At that time there weren’t many products out there that
could do what they needed. The company brought in Mission
Critical Software, Inc.’s OnePoint Directory and Resource
Administrator and were so pleased with its flexibility
and responsiveness that they decided to go with it.
Directory and Resource Administrator enables secure,
distributed administration of user accounts, groups, and
system resources while limiting access to other functions.
Because Directory and Resource Administrator modifies
the system’s security, Kobrinsky took almost three months
to test the whole system and make sure it worked correctly.
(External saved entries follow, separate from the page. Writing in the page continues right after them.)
import numpy as np
import pandas as pd
from scipy import stats

from kitchen.compaction import (
    _like,
    _numbers,
    _require,
    _require_columns,
    _row,
    _same_length,
    _show,
    _table_numbers,
)
from kitchen.fitting import LinearFit, fit_line

__all__ = [
    "MEETS",
    "DOES_NOT_MEET",
    "NOT_CONCLUSIVE",
    "ConductivityTrend",
    "VoidRatioTrend",
    "GeometricMean",
    "GradingPrediction",
    "fit_log_conductivity",
    "fit_log_conductivity_void_ratio",
    "geometric_mean_conductivity",
    "CRITERION_KINDS",
    "Criterion",
    "as_criterion",
    "classify_against_criterion",
    "hazen_conductivity",
    "chapuis_conductivity",
    "kozeny_carman_ratio",
    "grading_predictions",
]

MEETS = "meets"
DOES_NOT_MEET = "does not meet"
NOT_CONCLUSIVE = "not conclusive"

_POSITIVE_K = "a positive hydraulic conductivity in m/s"


def _confidence(confidence) -> float:
    if not isinstance(confidence, int | float) or not 0.0 < confidence < 1.0:
        raise ValueError(
            f"confidence: expected a fraction between 0 and 1 (0.95); got {confidence!r}"
        )
    return float(confidence)


def _conductivity(k, name="k") -> np.ndarray:
    values = _numbers(k, name)
    _require(k, values, values > 0, name, _POSITIVE_K)
    return values


# --- trends ----------------------------------------------------------------------------------


@dataclass(frozen=True)
class ConductivityTrend:
    """A straight line of log10 k against a compaction-state variable x.

    Attributes
    ----------
    x_name : str
        What x is (for example ``"dry_density"``, ``"void_ratio"``).
    fit : LinearFit
        log10(k / (1 m/s)) = intercept + slope · x, with intervals (:mod:`kitchen.fitting`).
    n : int
        Number of specimens.
    confidence : float
        Confidence level of the intervals and the band.
    """

    x_name: str
    fit: LinearFit
    n: int
    confidence: float

    def conductivity(self, x):
        """k on the fitted line at `x` (units of x as fitted). [m/s]"""
        values = _numbers(x, self.x_name)
        return _like(10.0 ** self.fit.predict(values), x)

    def band(self, x):
        """(k_low, k_high): confidence band of the fitted line at `x`. [m/s]"""
        values = _numbers(x, self.x_name)
        low, high = self.fit.band(values)
        return _like(10.0 ** np.asarray(low), x), _like(10.0 ** np.asarray(high), x)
His 24-member team included the LAN and PC support groups
as well as IntelliNet, an Atlanta-based Microsoft Certified
Solution Provider consulting firm, to help with the evaluation
Implementing Directory and Resource Administrator was
painless, helped by the fact that Cox already had a highly
standardized environment in its user naming, global group
naming, and local group naming. Because of this, they
were able to put Directory and Resource Administrator
directly into their domain without any problems.
The biggest challenge proved to be getting the field
administrators to give up User Manager and use Mission
Critical’s Directory and Resource Administrator interface
instead. Kobrinsky explains, “It’s really more of a cultural
change than anything else. We had to give it time, but
eventually the product proved itself.” The adoption was
helped by the fact that Directory and Resource Administrator
caches the SAM. Because of this, administrators no longer
had to wait several minutes to download it and make a
change—they could make changes in a matter of seconds
Since the project first began in 1996, they’ve expanded
their implementation of Directory and Resource Administrator
from the master domain to the resource domain as well.
As the number of users has grown, Kobrinsky discovered
that there were many power users in specific groups, or
certain types of administrators in other groups, who needed
to be able to look at a specific resource in a resource
domain and either modify it or view it throughout the
day—such as seeing the number of people logged on, who’s
using a specific resource, and so on. So Cox uses Directory
and Resource Administrator to manage users and resources
in the resource domain as well.
Now, each remote administrator can manage his or her
own users and groups directly. They’ve achieved their
goal of more granular security, having added several different
security levels. For example, the helpdesk has one level
of security, the PC support area has another, the LAN
administrators have yet another level of security. An
especially beneficial aspect of the system is that Cox
still has domain administrators at headquarters who can
revert back to using User Manager, whereas the field uses
Directory and Resource Administrator’s client. So if the
product stops working or if there were some sort of emergency,
they could easily revert back to using the native Microsoft
security very quickly. “In terms of disaster recovery
or contingency planning,” says Kobrinsky, “Directory and
Resource Administrator has made it very easy.”
Moving forward, Kobrinsky sees Mission Critical playing
a key role in Cox’s migration to Windows 2000. He’s investigating
adding Mission Critical’s Domain Administrator product
into their environment so they can automate the OU population
and consolidate resource domains.
What advice would Kobrinsky give to others interested
in taking on a similar endeavor? First and foremost, before
bringing in any other product, assess your domain administration
and be sure your domain is working exactly the way you
want. And finally, don’t forget to assess your goals for
security and how you want to manage it. If you have a
clear goal of what you want to do, you’ll be able to make
the product work with your environment instead of trying
to make your environment work with the product.